Phase transitions, critical behavior and microstructure of the FRW universe in the framework of higher order GUP

TL;DR

This paper investigates phase transitions, critical behavior, and microstructure of the FRW universe using a higher order GUP, revealing Van der Waals-like properties for positive GUP parameters and scalar field-like behavior for negative ones.

Contribution

It introduces a new higher order GUP framework to analyze the thermodynamics and microstructure of the FRW universe, deriving phase transition characteristics and critical exponents.

Findings

FRW universe exhibits Van der Waals-like phase transitions for positive GUP parameter β.

For negative β, the behavior aligns with effective scalar field theories.

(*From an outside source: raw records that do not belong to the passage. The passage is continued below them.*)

#!/bin/bash
# release-raw-traces.sh - delete (or compress) a campaign's raw traces, by hand only, after its archived summary checks out against the manifest.
#
# Usage: release-raw-traces.sh [--dry-run] [--yes] [--compress] [--jobs N] MANIFEST
#
#   MANIFEST     ARCHIVE/NAME.manifest.txt, written by the archive step of reduce.slurm /
#                reduce.pbs (reduce-steps.sh)
#   --dry-run    run every check and list what would be removed; change nothing
#   --yes        do not ask for confirmation (for scripts; read the cautions first)
#   --compress   instead of deleting, compress each trace with zstd (rank-N.mct becomes
#                rank-N.mct.zst; the original goes only after zstd has tested the copy).
#                msgcensus reads .mct files only: decompress before reducing again
#   --jobs N     checksum processes at once (default: nproc)
#   -h, --help   this text
#
# Environment: MC_BIN, the msgcensus command (default: msgcensus from PATH).
#
# Nothing runs this automatically, and it does nothing until all of these hold:
#   1. the archived summary named by the manifest exists and its sha256 matches the manifest;
#   2. `msgcensus report` reads it, and its record total equals the manifest's;
#   3. every trace the manifest lists that is still in the campaign directory has the checksum
#      the manifest recorded (they are the very files that were summarised), and the manifest's
#      file count and bytes add up.
# Then it lists exactly the files it will remove and their bytes, prints the cautions, and
# asks you to type 'yes' (or takes --yes). Only files named in the manifest are touched; any
# other file in the campaign directory is listed as kept, and the directory itself stays.
# A record of what was done is appended to ARCHIVE/NAME.released.txt.
#
# Exit status: 0 done (or dry run passed), 1 a check failed or you declined, 2 bad usage.
set -euo pipefail

prog=release-raw-traces
say() { printf '%s: %s\n' "$prog" "$*" >&2; }
die() { printf '%s: refusing: %s\n' "$prog" "$*" >&2; exit 1; }
usage() { sed -n '2,/^set -euo/{/^set -euo/d;s/^# \{0,1\}//;p}' "$0"; }
usage_error() { printf '%s: %s\nTry '\''release-raw-traces.sh --help'\''.\n' "$prog" "$*" >&2; exit 2; }

dry_run=0 yes=0 compress=0 jobs=$(nproc) manifest=
while [ $# -gt 0 ]; do
    case $1 in
    --dry-run) dry_run=1; shift ;;
    --yes) yes=1; shift ;;
    --compress) compress=1; shift ;;
    --jobs) jobs=${2:?--jobs needs a number}; shift 2 ;;
    -h | --help) usage; exit 0 ;;
    -*) usage_error "unknown option '$1'" ;;
    *) [ -z "$manifest" ] || usage_error "one manifest only"; manifest=$1; shift ;;
    esac
done
[ -n "$manifest" ] || usage_error "no manifest given"
[[ $jobs =~ ^[1-9][0-9]*$ ]] || usage_error "--jobs wants a positive number"
[ -r "$manifest" ] || die "$manifest: cannot read the manifest"
bin=${MC_BIN:-msgcensus}
command -v "$bin" >/dev/null 2>&1 || die "'$bin' not found: put msgcensus on PATH or set MC_BIN"
[ "$compress" = 0 ] || command -v zstd >/dev/null 2>&1 || die "--compress needs zstd"

archive=$(cd "$(dirname "$manifest")" && pwd)

# field KEY: the value of 'KEY: value' in the manifest (exactly one such line).
field() {
    local v n
    n=$(grep -c "^$1: " "$manifest" || true)
    [ "$n" = 1 ] || die "$manifest: expected one '$1:' line, found $n"
    v=$(sed -n "s/^$1: //p" "$manifest")
    printf '%s' "$v"
}

[ "$(field format)" = "msgcensus-archive-manifest 1" ] || die "$manifest: not a msgcensus archive manifest (format 1)"
campaign=$(field campaign)
m_files=$(field files)
m_bytes=$(field bytes)
m_records=$(field records)
m_summary=$(field summary)
m_summary_sha=$(field summary_sha256)
m_tool=$(field checksum_tool)
m_sums=$(field checksums)
case $m_tool in
sha256sum) hash_cmd=(sha256sum) ;;
"xxhsum -H1") hash_cmd=(xxhsum -H1) ;;
*) die "$manifest: unknown checksum_tool '$m_tool'" ;;
esac
case $m_summary$m_sums in */*) die "$manifest: summary and checksums must be names inside the archive directory" ;; esac
sums=$archive/$m_sums
summary=$archive/$m_summary

say "manifest:  $manifest"
say "campaign:  $campaign ($m_files files, $m_bytes bytes, $m_records records)"

# ---- 1. the archived summary is the one the manifest names -------------------------------
[ -r "$summary" ] || die "archived summary $summary is missing"
sha=$(sha256sum "$summary" | cut -d' ' -f1)
[ "$sha" = "$m_summary_sha" ] || die "$summary: sha256 $sha differs from the manifest's $m_summary_sha"
say "check 1/3: archived summary $m_summary matches the manifest's sha256"

# ---- 2. the summary reads and holds the manifest's records --------------------------------
report=$("$bin" report "$summary" 2>&1) || { printf '%s\n' "$report" >&2; die "msgcensus report cannot read $summary"; }
s_records=$(printf '%s\n' "$report" | sed -n 's/^records:[[:space:]]*\([0-9][0-9]*\).*/\1/p' | head -n1)
s_files=$(printf '%s\n' "$report" | sed -n 's/^application: .*[ ,]\([0-9][0-9]*\) files.*/\1/p' | head -n1)
[ -n "$s_records" ] || die "no 'records:' line in the report of $summary"
[ "$s_records" = "$m_records" ] || die "the summary holds $s_records records, the manifest says $m_records"
[ "$s_files" = "$m_files" ] || die "the summary holds ${s_files:-?} files, the manifest says $m_files"
say "check 2/3: msgcensus report reads the summary: $s_records records in $s_files files, as in the manifest"

# ---- 3. the traces on disk are the ones that were summarised ---------------------------------
[ -d "$campaign" ] || die "campaign directory $campaign not found"
[ -r "$sums" ] || die "checksum list $sums is missing"
n_listed=$(wc -l <"$sums")
[ "$n_listed" = "$m_files" ] || die "$sums lists $n_listed files, the manifest says $m_files"
listed=$(awk '{print $2}' "$sums" | LC_ALL=C sort)
while IFS= read -r f; do
    case $f in "" | */* | .* ) die "$sums: bad file name '$f'" ;; esac
done <<<"$listed"
present=$(cd "$campaign" && printf '%s\n' "$listed" | while IFS= read -r f; do if [ -f "$f" ]; then printf '%s\n' "$f"; fi; done)
gone=$(LC_ALL=C comm -23 <(printf '%s\n' "$listed") <(printf '%s\n' "$present" | sed '/^$/d'))
others=$(cd "$campaign" && find . -maxdepth 1 -mindepth 1 -printf '%f\n' | LC_ALL=C sort |
    LC_ALL=C comm -23 - <(printf '%s\n' "$listed"))
[ -n "$present" ] || die "none of the $m_files listed traces is left in $campaign; nothing to release"

# The sizes of the whole list must add up to the manifest's bytes while every file is there.
if [ -z "$gone" ]; then
    total=$(cd "$campaign" && printf '%s\n' "$present" | tr '\n' '\0' | xargs -0 stat -c %s | awk '{b+=$1} END {printf "%.0f\n", b}')
    [ "$total" = "$m_bytes" ] || die "the listed traces hold $total bytes now, the manifest says $m_bytes"
fi
say "checking the checksums of $(printf '%s\n' "$present" | wc -l) trace files (${hash_cmd[*]}, $jobs at once)"
now=$(cd "$campaign" && printf '%s\n' "$present" | tr '\n' '\0' | xargs -0 -r -n 16 -P "$jobs" "${hash_cmd[@]}" | LC_ALL=C sort -k2)
bad_files=$(LC_ALL=C join -j 2 -o 0,1.1,2.1 <(printf '%s\n' "$now") <(LC_ALL=C sort -k2 "$sums") | awk '$2 != $3 {print $1}')
[ -z "$bad_files" ] || die "these traces differ from the ones summarised (checksum mismatch): $(printf '%s\n' "$bad_files" | tr '\n' ' ')"
say "check 3/3: every trace left on disk has the checksum recorded in the manifest"

# ---- what would be removed ---------------------------------------------------------------
n_present=$(printf '%s\n' "$present" | wc -l)
bytes_present=$(cd "$campaign" && printf '%s\n' "$present" | tr '\n' '\0' | xargs -0 stat -c %s | awk '{b+=$1} END {printf "%.0f\n", b}')
action=$([ "$compress" = 1 ] && echo "compress with zstd (then remove the originals)" || echo "DELETE")
echo
echo "The following $n_present files ($bytes_present bytes) in $campaign will be: $action"
(cd "$campaign" && printf '%s\n' "$present" | tr '\n' '\0' | xargs -0 stat -c '  %s bytes  %n')
if [ -n "$gone" ]; then echo "Already gone (listed in the manifest, not on disk): $(printf '%s\n' "$gone" | wc -l) files"; fi
if [ -n "$others" ]; then
    echo "Kept (not in the manifest, not touched):"
    printf '%s\n' "$others" | sed 's/^/  /'
fi
cat <<EOF

CAUTION
  - Raw traces hold every recorded call; the summary keeps exact histograms and totals but not
    the individual records. Once deleted they cannot be reduced again with other options.
  - Check your site's data-retention policy and your project's agreements (data-management
    plan, sponsor or partner terms) before deleting or compressing raw data.
  - There is no undo. Make sure no one else still needs these files, and that the archive
    directory ($archive) is on storage that is kept.
EOF
echo
if [ "$dry_run" = 1 ]; then
    say "dry run: all checks passed; nothing was changed"
    exit 0
fi

if [ "$yes" = 0 ]; then
    [ -t 0 ] || die "standard input is not a terminal; rerun with --yes to confirm (after reading the cautions), or --dry-run"
    printf "Type 'yes' to %s these %s files (%s bytes): " "$([ "$compress" = 1 ] && echo compress || echo delete)" "$n_present" "$bytes_present"
    read -r answer
    [ "$answer" = yes ] || die "not confirmed; nothing was changed"
fi

# ---- act --------------------------------------------------------------------------------
log=$archive/${m_summary%.h5}.released.txt
done_n=0 done_bytes=0
while IFS= read -r f; do
    path=$campaign/$f
    size=$(stat -c %s "$path")
    if [ "$compress" = 1 ]; then
        zstd -q -T0 -f "$path" -o "$path.zst"
        zstd -q -t "$path.zst" || die "zstd's test of $path.zst failed; $path kept"
        rm -f "$path"
    else
        rm -f "$path"
    fi
    done_n=$((done_n + 1))
    done_bytes=$((done_bytes + size))
done <<<"$present"
verb=$([ "$compress" = 1 ] && echo compressed || echo deleted)
printf '%s %s %s files, %s bytes, of %s (manifest %s) by %s\n' "$(date -u +%Y-%m-%dT%H:%M:%SZ)" \
    "$verb" "$done_n" "$done_bytes" "$campaign" "$(basename "$manifest")" "$(id -un)" >>"$log"
say "$verb $done_n files ($done_bytes bytes); recorded in $log"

Thermodynamic curvature analysis reveals sign-changing and spinodal curves depending on β.

Abstract

In this paper, we explore the the phase transition, critical behavior and microstructure of the FRW in the framework of a new higher order generalized uncertainty principle. Our initial step involves deriving the equation of state by defining the work density $W$ from GUP-corrected Friedmann equations as the thermodynamic pressure $P$. Based on the modified equation of state, we conduct an analysis of the $P-V$ phase transition in the FRW universe. Subsequently, we obtain the critical exponents and coexistence curves for the small and large phases of the FRW universe around the critical point. Finally, employing Ruppeiner geometry, we derive the thermodynamic curvature scalar $R_N$, investigating its sign-changing curve and spinodal curve. The results reveal distinctive thermodynamic properties for FRW universes with positive and negative GUP parameters $\beta$. In the case of $\beta>0$, the phase transition, critical behavior and microstructure of FRW universe are consistent with those of Van der Waals fluids. Conversely, for $\beta<0$, the results resemble those obtained through effective scalar field theory. These findings underscore the capacity of quantum gravity to induce phase transitions in the universe, warranting further in-depth exploration.